WORK INSTRUCTION » Tally the lines below that contain the word "SettingFit". Only the total should be given.

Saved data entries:

================

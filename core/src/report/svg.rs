//! Inline SVG drawings of the report: level plans, the riser elevation and
//! the pump chart. Pure string building; coordinates in CSS pixels.

use std::collections::{BTreeMap, BTreeSet};

use super::esc;
use crate::design::{Side, Solution, topology::Topology};
use crate::project::{Level, NodeId, NodeKind, PlanPoint, Project, Run, RunId};
use crate::pump::PumpControl;

/// The viridis colormap (van der Walt & Smith, "A better default colormap
/// for matplotlib", SciPy 2015), sampled every 1/32 from matplotlib
/// 3.10.9's `colormaps["viridis"]` (script `tests/reference/gen_colormap.py`).
/// Continuous, perceptually uniform, readable with the common forms of
/// colour-vision deficiency and in greyscale print; its middle is a clear
/// teal, so no value reads as the grey of "no result". The window and the
/// report colour runs with it.
pub const VIRIDIS_STOPS: [[u8; 3]; 33] = [
    [68, 1, 84],
    [71, 13, 96],
    [72, 24, 106],
    [72, 35, 116],
    [71, 45, 123],
    [69, 55, 129],
    [66, 64, 134],
    [62, 73, 137],
    [59, 82, 139],
    [55, 91, 141],
    [51, 99, 141],
    [47, 107, 142],
    [44, 114, 142],
    [41, 122, 142],
    [38, 130, 142],
    [35, 137, 142],
    [33, 145, 140],
    [31, 152, 139],
    [31, 160, 136],
    [34, 167, 133],
    [40, 174, 128],
    [50, 182, 122],
    [63, 188, 115],
    [78, 195, 107],
    [94, 201, 98],
    [112, 207, 87],
    [132, 212, 75],
    [152, 216, 62],
    [173, 220, 48],
    [194, 223, 35],
    [216, 226, 25],
    [236, 229, 27],
    [253, 231, 37],
];

/// Colour of `t` in 0..=1 on the viridis scale (clamped; NaN → 0), linear
/// between the stops.
#[must_use]
pub fn viridis(t: f64) -> [u8; 3] {
    let t = if t.is_nan() { 0.0 } else { t.clamp(0.0, 1.0) };
    let segments = VIRIDIS_STOPS.len() - 1;
    let x = t * segments as f64;
    let i = (x.floor() as usize).min(segments - 1);
    let f = x - i as f64;
    let (a, b) = (VIRIDIS_STOPS[i], VIRIDIS_STOPS[i + 1]);
    let mix = |k: usize| (f64::from(a[k]) + f * (f64::from(b[k]) - f64::from(a[k]))).round().clamp(0.0, 255.0) as u8;
    [mix(0), mix(1), mix(2)]
}

fn hex(c: [u8; 3]) -> String {
    format!("#{:02x}{:02x}{:02x}", c[0], c[1], c[2])
}

/// Velocity margin v / v_limit of a run: the larger of its two sides; `None`
/// when the run has no pipe results.
#[must_use]
pub fn velocity_margin(sol: &Solution, run: RunId) -> Option<f64> {
    sol.run_pipes(run)
        .filter(|x| x.velocity_limit_m_s > 0.0)
        .map(|x| x.velocity_m_s / x.velocity_limit_m_s)
        .reduce(f64::max)
}

/// Stroke attributes of a run coloured by its margin: casing + colour,
/// thicker and dashed over the limit.
fn run_style(margin: Option<f64>) -> (String, f64, &'static str) {
    match margin {
        Some(m) if m > 1.0 => (hex(viridis(1.0)), 6.0, " stroke-dasharray=\"9 5\""),
        Some(m) => (hex(viridis(m)), 3.0, ""),
        None => ("#bbbbbb".to_owned(), 2.0, ""),
    }
}

/// Legend of the velocity-margin scale (gradient bar + over-limit sample).
fn legend(out: &mut String, x: f64, y: f64, id: &str) {
    w!(out, "<g class=\"legend\" transform=\"translate({x:.1},{y:.1})\">");
    w!(out, "<defs><linearGradient id=\"{id}\" x1=\"0\" x2=\"1\" y1=\"0\" y2=\"0\">");
    for (i, c) in VIRIDIS_STOPS.iter().enumerate() {
        w!(out, "<stop offset=\"{:.4}\" stop-color=\"{}\"/>", i as f64 / (VIRIDIS_STOPS.len() - 1) as f64, hex(*c));
    }
    out.push_str("</linearGradient></defs>");
    out.push_str("<rect x=\"-6\" y=\"-16\" width=\"244\" height=\"50\" fill=\"#ffffff\" fill-opacity=\"0.9\" stroke=\"#cccccc\"/>");
    out.push_str(
        "<text x=\"0\" y=\"-4\" class=\"lg\">velocity margin v / v<tspan dy=\"2\" font-size=\"7\">limit</tspan></text>",
    );
    w!(
        out,
        "<rect x=\"0\" y=\"2\" width=\"120\" height=\"10\" fill=\"url(#{id})\" stroke=\"#333333\" stroke-width=\"0.5\"/>"
    );
    for (t, label) in [(0.0, "0"), (0.5, "0.5"), (1.0, "1")] {
        w!(out, "<text x=\"{:.1}\" y=\"24\" class=\"lg\" text-anchor=\"middle\">{label}</text>", t * 120.0);
    }
    let (colour, w, dash) = run_style(Some(1.2));
    w!(
        out,
        "<line x1=\"140\" y1=\"7\" x2=\"180\" y2=\"7\" stroke=\"#222222\" stroke-width=\"{:.1}\"/>\
         <line x1=\"140\" y1=\"7\" x2=\"180\" y2=\"7\" stroke=\"{colour}\" stroke-width=\"{w:.1}\"{dash}/>\
         <text x=\"186\" y=\"10\" class=\"lg\">&gt; 1</text><text x=\"140\" y=\"24\" class=\"lg\">over limit</text>",
        w + 2.0
    );
    out.push_str("</g>");
}

/// Map from plan metres to pixels (north up).
#[derive(Debug, Clone, Copy)]
struct PlanMap {
    min_x: f64,
    max_y: f64,
    scale: f64,
    margin: f64,
    offset_x: f64,
}

impl PlanMap {
    fn px(&self, p: PlanPoint) -> (f64, f64) {
        (self.offset_x + (p.x_m - self.min_x) * self.scale, self.margin + (self.max_y - p.y_m) * self.scale)
    }
}

fn nice_step(range: f64, target_ticks: f64) -> f64 {
    let raw = (range / target_ticks).max(1e-9);
    let mag = 10f64.powf(raw.log10().floor());
    let f = raw / mag;
    let nice = if f <= 1.0 {
        1.0
    } else if f <= 2.0 {
        2.0
    } else if f <= 5.0 {
        5.0
    } else {
        10.0
    };
    nice * mag
}

fn polyline_points(p: &Project, run: &Run) -> Option<Vec<PlanPoint>> {
    let (a, b) = (p.node(run.a)?, p.node(run.b)?);
    let mut pts = vec![a.pos];
    pts.extend_from_slice(&run.vertices);
    pts.push(b.pos);
    Some(pts)
}

/// Short label of an emitter's model and design for the plan.
fn emitter_caption(sol: &Solution, id: NodeId) -> String {
    sol.emitter(id).map_or_else(String::new, |e| format!("{:.0} W · preset {}", e.load_w, e.presetting))
}
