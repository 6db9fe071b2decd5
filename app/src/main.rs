//! flowrise: design two-pipe hydronic heating networks.
//!
//! The binary is a thin adapter: subcommands ([`cli`]) load a project with
//! `flowrise-core`, run the engine and print; with no subcommand it opens
//! the drawing window ([`flowrise::gui`]). `anyhow` lives only here.

mod cli;

/// The allocator of the whole program (why: the workspace Cargo.toml, beside
/// the `mimalloc` dependency).
#[global_allocator]
static ALLOCATOR: mimalloc::MiMalloc = mimalloc::MiMalloc;

fn main() -> std::process::ExitCode {
    cli::main()
}
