//! A small builder for projects in tests and demo generation: every change
//! goes through `Project::apply` with an `Edit`, exactly as the GUI does.

// reason: a test helper — a refused edit must stop the test loudly, and the
// builder mirrors the many inputs of the items it builds.
#![allow(clippy::unwrap_used, clippy::panic, clippy::too_many_arguments)]

use flowrise_core::emitters::floor::FloorZone;
use flowrise_core::emitters::{EmitterModel, FloorLoopSpec, RadiatorSizing, RadiatorSpec, TerminalSpec};
use flowrise_core::project::{
    CircuitConnection, Edit, Emitter, EmitterValves, Header, HeatSource, LevelId, NodeId, NodeKind, PlanPoint, Project,
    PumpSpec, PumpedCircuit, RunId, Separator,
};
use flowrise_core::pump::PumpControl;

/// Builds a project edit by edit; panics on a refused edit (test code).
#[derive(Debug)]
pub struct Builder {
    /// The project being built.
    pub p: Project,
}

#[allow(clippy::missing_panics_doc, clippy::must_use_candidate)] // reason: test helper; panics are the point
impl Builder {
    /// A new project named `name` with one level at elevation 0.
    pub fn new(name: &str) -> Self {
        Self { p: Project::new(name) }
    }

    /// Add a level; returns its id.
    pub fn level(&mut self, name: &str, elevation_m: f64) -> LevelId {
        self.p.apply(Edit::AddLevel { name: name.to_owned(), elevation_m }).unwrap();
        self.p.levels.iter().find(|l| l.name == name).unwrap().id
    }

    fn node(&mut self, level: LevelId, x: f64, y: f64, kind: NodeKind) -> NodeId {
        let o = self.p.apply(Edit::AddNode { level, pos: PlanPoint::new(x, y), kind }).unwrap();
        o.nodes[0]
    }

    /// A heat source with a circulator of the given three curve points.
    pub fn source(
        &mut self,
        level: LevelId,
        x: f64,
        y: f64,
        capacity_w: f64,
        curve: [(f64, f64); 3],
        control: PumpControl,
    ) -> NodeId {
        let kind = NodeKind::Source(HeatSource {
            name: "Heat source".to_owned(),
            capacity_w,
            kv_m3_h: 4.0,
            water_content_l: 3.0,
            pump: PumpSpec { curve_points: curve, control, design_flow_m3_h: None },
            max_flow_c: None,
        });
        self.node(level, x, y, kind)
    }

    /// A pumped circuit with the small circulator curve at constant Δp.
    pub fn circuit(
        &mut self,
        level: LevelId,
        x: f64,
        y: f64,
        name: &str,
        connection: CircuitConnection,
        supply_return_c: (f64, f64),
    ) -> NodeId {
        let kind = NodeKind::Circuit(PumpedCircuit {
            name: name.to_owned(),
            connection,
            supply_c: supply_return_c.0,
            return_c: supply_return_c.1,
            valve_kvs_m3_h: 4.0,
            pump: PumpSpec {
                curve_points: SMALL_PUMP,
                control: PumpControl::ConstantDp { setpoint_kpa: 25.0 },
                design_flow_m3_h: None,
            },
        });
        self.node(level, x, y, kind)
    }

    /// A hydraulic separator.
    pub fn separator(&mut self, level: LevelId, x: f64, y: f64, name: &str) -> NodeId {
        self.node(level, x, y, NodeKind::Separator(Separator { name: name.to_owned(), kv_m3_h: 40.0 }))
    }

    /// A junction.
    pub fn junction(&mut self, level: LevelId, x: f64, y: f64) -> NodeId {
        self.node(level, x, y, NodeKind::Junction)
    }

    /// A header with `outlets` outlets.
    pub fn header(&mut self, level: LevelId, x: f64, y: f64, name: &str, outlets: u32) -> NodeId {
        self.node(level, x, y, NodeKind::Header(Header { name: name.to_owned(), outlets }))
    }

    fn valves(&self) -> EmitterValves {
        EmitterValves {
            valve_family: self.p.settings.valve_family.clone(),
            presetting: None,
            lockshield_family: self.p.settings.lockshield_family.clone(),
            lockshield_setting: None,
        }
    }

    /// An emitter with any model.
    pub fn emitter(
        &mut self,
        level: LevelId,
        x: f64,
        y: f64,
        name: &str,
        load_w: f64,
        room_c: f64,
        model: EmitterModel,
    ) -> NodeId {
        let kind = NodeKind::Emitter(Emitter { name: name.to_owned(), room_c, load_w, model, valves: self.valves() });
        self.node(level, x, y, kind)
    }

    /// A type-22, 600 mm radiator to be sized.
    pub fn radiator(&mut self, level: LevelId, x: f64, y: f64, name: &str, load_w: f64, room_c: f64) -> NodeId {
        let model = EmitterModel::Radiator(RadiatorSpec {
            type_code: "22".to_owned(),
            height_mm: 600,
            sizing: RadiatorSizing::ToSize,
            exponent_n: None,
        });
        self.emitter(level, x, y, name, load_w, room_c, model)
    }

    /// An existing radiator of a known nominal output (75/65/20 °C).
    #[allow(clippy::too_many_arguments)] // reason: a radiator is described by these
    pub fn existing_radiator(
        &mut self,
        level: LevelId,
        x: f64,
        y: f64,
        name: &str,
        load_w: f64,
        room_c: f64,
        nominal_w: f64,
        length_mm: u32,
    ) -> NodeId {
        let model = EmitterModel::Radiator(RadiatorSpec {
            type_code: "22".to_owned(),
            height_mm: 600,
            sizing: RadiatorSizing::Existing { nominal_output_w: nominal_w, length_mm },
            exponent_n: None,
        });
        self.emitter(level, x, y, name, load_w, room_c, model)
    }

    /// A floor loop (16x2 PE-X, 150 mm spacing) over `area_m2`.
    #[allow(clippy::too_many_arguments)] // reason: a floor loop is described by these
    pub fn floor_loop(
        &mut self,
        level: LevelId,
        x: f64,
        y: f64,
        name: &str,
        load_w: f64,
        room_c: f64,
        area_m2: f64,
        zone: FloorZone,
    ) -> NodeId {
        let model = EmitterModel::FloorLoop(FloorLoopSpec::typical(area_m2, zone));
        let id = self.emitter(level, x, y, name, load_w, room_c, model);
        self.set_valve_family(id, "header-loop-demo");
        id
    }

    /// Use valve family `family` on emitter `id`.
    pub fn set_valve_family(&mut self, id: NodeId, family: &str) {
        let Some(NodeKind::Emitter(mut e)) = self.p.node(id).map(|n| n.kind.clone()) else {
            panic!("{id} is not an emitter")
        };
        e.valves.valve_family = family.to_owned();
        self.p.apply(Edit::SetNodeKind { id, kind: NodeKind::Emitter(e) }).unwrap();
    }

    /// A fan coil–like terminal with a fixed Kv.
    pub fn terminal(
        &mut self,
        level: LevelId,
        x: f64,
        y: f64,
        name: &str,
        load_w: f64,
        room_c: f64,
        nominal_w: f64,
    ) -> NodeId {
        let model = EmitterModel::Terminal(TerminalSpec {
            nominal_output_w: nominal_w,
            nominal_supply_c: 70.0,
            nominal_return_c: 60.0,
            nominal_room_c: 20.0,
            exponent_n: 1.0,
            kv_m3_h: 2.5,
            water_content_l: 1.5,
        });
        self.emitter(level, x, y, name, load_w, room_c, model)
    }

    /// A straight run.
    pub fn run(&mut self, a: NodeId, b: NodeId) -> RunId {
        self.run_via(a, b, &[])
    }

    /// A run with bend points.
    pub fn run_via(&mut self, a: NodeId, b: NodeId, via: &[(f64, f64)]) -> RunId {
        let vertices = via.iter().map(|&(x, y)| PlanPoint::new(x, y)).collect();
        self.p.apply(Edit::AddRun { a, b, vertices }).unwrap().runs[0]
    }
}

/// A typical small circulator curve: (m³/h, kPa).
pub const SMALL_PUMP: [(f64, f64); 3] = [(0.2, 58.0), (1.5, 45.0), (3.0, 15.0)];
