/// The chosen presetting and its residual error.
#[derive(Debug, Clone, PartialEq, Serialize, Deserialize)]
pub struct SettingChoice {
    /// Index into the family's settings.
    pub index: usize,
    /// Label of the chosen setting.
    pub label: String,
    /// Kv of the chosen setting, m³/h.
    pub kv_m3_h: f64,
    /// Kv that was needed, m³/h.
    pub kv_needed_m3_h: f64,
    /// Kv_chosen / Kv_needed.
    pub kv_ratio: f64,
    /// Flow error with the same Δp across the valve, fraction (positive =
    /// more flow than designed): Q/Q_design − 1 = Kv_chosen/Kv_needed − 1.
    /// This is the worst case; with the rest of the circuit in series the
    /// error is smaller — see [`SettingChoice::flow_error_fraction_in_circuit`].
    pub flow_error_fraction_at_same_dp: f64,
    /// Where the needed Kv lies relative to the table.
    pub fit: SettingFit,
}

impl SettingChoice {
    /// Flow error with the rest of the circuit in series, fraction (positive
    /// = more flow than designed), given the design pressure drops of the
    /// valve and of the rest of the circuit. See [`flow_ratio_in_circuit`].
    ///
    /// # Errors
    /// As [`flow_ratio_in_circuit`].
    pub fn flow_error_fraction_in_circuit(
        &self,
        dp_valve_design_pa: f64,
        dp_rest_design_pa: f64,
    ) -> PhysicsResult<f64> {
        Ok(flow_ratio_in_circuit(self.kv_m3_h, self.kv_needed_m3_h, dp_valve_design_pa, dp_rest_design_pa)? - 1.0)
    }
}

/// Chooses the presetting for `kv_needed_m3_h` with the default rule
/// [`SettingRule::NearestLog`].
///
/// # Errors
/// As [`choose_setting_with`].
pub fn choose_setting(family: &ValveFamily, kv_needed_m3_h: f64) -> PhysicsResult<SettingChoice> {
    choose_setting_with(family, kv_needed_m3_h, SettingRule::NearestLog)
}

/// Chooses the presetting for `kv_needed_m3_h` by `rule`. A needed Kv
/// outside the table is not an error: the nearest end of the table is
/// returned and [`SettingChoice::fit`] says which end.
///
/// # Errors
/// [`PhysicsError`] when the needed Kv is not positive, or the family has no
/// settings or a non-positive Kv.
pub fn choose_setting_with(
    family: &ValveFamily,
    kv_needed_m3_h: f64,
    rule: SettingRule,
) -> PhysicsResult<SettingChoice> {
    check_kv(kv_needed_m3_h)?;
    validate_family("(valve family given)", family)?;
    let settings = &family.settings;
    let last = settings.len() - 1;
    let (index, fit) = if kv_needed_m3_h > settings[last].kv_m3_h {
        (last, SettingFit::AboveLargest)
    } else if kv_needed_m3_h < settings[0].kv_m3_h {
        (0, SettingFit::BelowSmallest)
    } else {
        // Smallest setting with Kv ≥ needed; exists because needed ≤ largest.
        let upper = settings.iter().position(|s| s.kv_m3_h >= kv_needed_m3_h).unwrap_or(last);
        let index = match rule {
            SettingRule::NextLarger => upper,
            SettingRule::NearestLog if upper > 0 => {
                let up = (settings[upper].kv_m3_h / kv_needed_m3_h).ln();
                let down = (kv_needed_m3_h / settings[upper - 1].kv_m3_h).ln();
                if down < up { upper - 1 } else { upper }
            }
            SettingRule::NearestLog => upper,
        };
        (index, SettingFit::InRange)
    };
    let chosen = &settings[index];
    let kv_ratio = chosen.kv_m3_h / kv_needed_m3_h;
    Ok(SettingChoice {
        index,
        label: chosen.label.clone(),
        kv_m3_h: chosen.kv_m3_h,
        kv_needed_m3_h,
        kv_ratio,
        flow_error_fraction_at_same_dp: kv_ratio - 1.0,
        fit,
    })
}
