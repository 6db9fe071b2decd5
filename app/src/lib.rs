//! flowrise desktop application: the drawing window (eframe/egui) on top of
//! `flowrise-core`.
//!
//! The library half of the `flowrise` package holds the GUI so the kittest
//! interaction tests (`tests/gui.rs`) and the frame benchmark
//! (`benches/frame.rs`) can drive it; the binary (`main.rs`) is the command
//! line plus [`gui::run_window`].

pub mod gui;
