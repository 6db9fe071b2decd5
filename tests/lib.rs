//! Shared helpers for the cross-crate acceptance tests in `tests/tests/`.
//!
//! Reference fixtures (values produced by outside libraries) live in
//! `tests/reference/fixtures/`; the script that regenerates them is
//! `tests/reference/generate.py`.

use std::path::PathBuf;

/// Path of a file under `tests/reference/fixtures/`.
#[must_use]
pub fn fixture_path(name: &str) -> PathBuf {
    PathBuf::from(env!("CARGO_MANIFEST_DIR")).join("reference").join("fixtures").join(name)
}

/// Path of the repository root.
#[must_use]
pub fn repo_root() -> PathBuf {
    PathBuf::from(env!("CARGO_MANIFEST_DIR")).parent().map_or_else(|| PathBuf::from("."), std::path::Path::to_path_buf)
}

/// The demo projects in `demo-projects/`, sorted (an empty list when the
/// folder cannot be read; the callers assert how many they expect).
#[must_use]
pub fn demo_paths() -> Vec<PathBuf> {
    let mut v: Vec<PathBuf> = std::fs::read_dir(repo_root().join("demo-projects"))
        .map(|dir| dir.filter_map(Result::ok).map(|e| e.path()).collect())
        .unwrap_or_default();
    v.retain(|p| p.extension().is_some_and(|e| e == "ron"));
    v.sort();
    v
}

pub mod builder;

================

WRITTEN SOLUTION » 4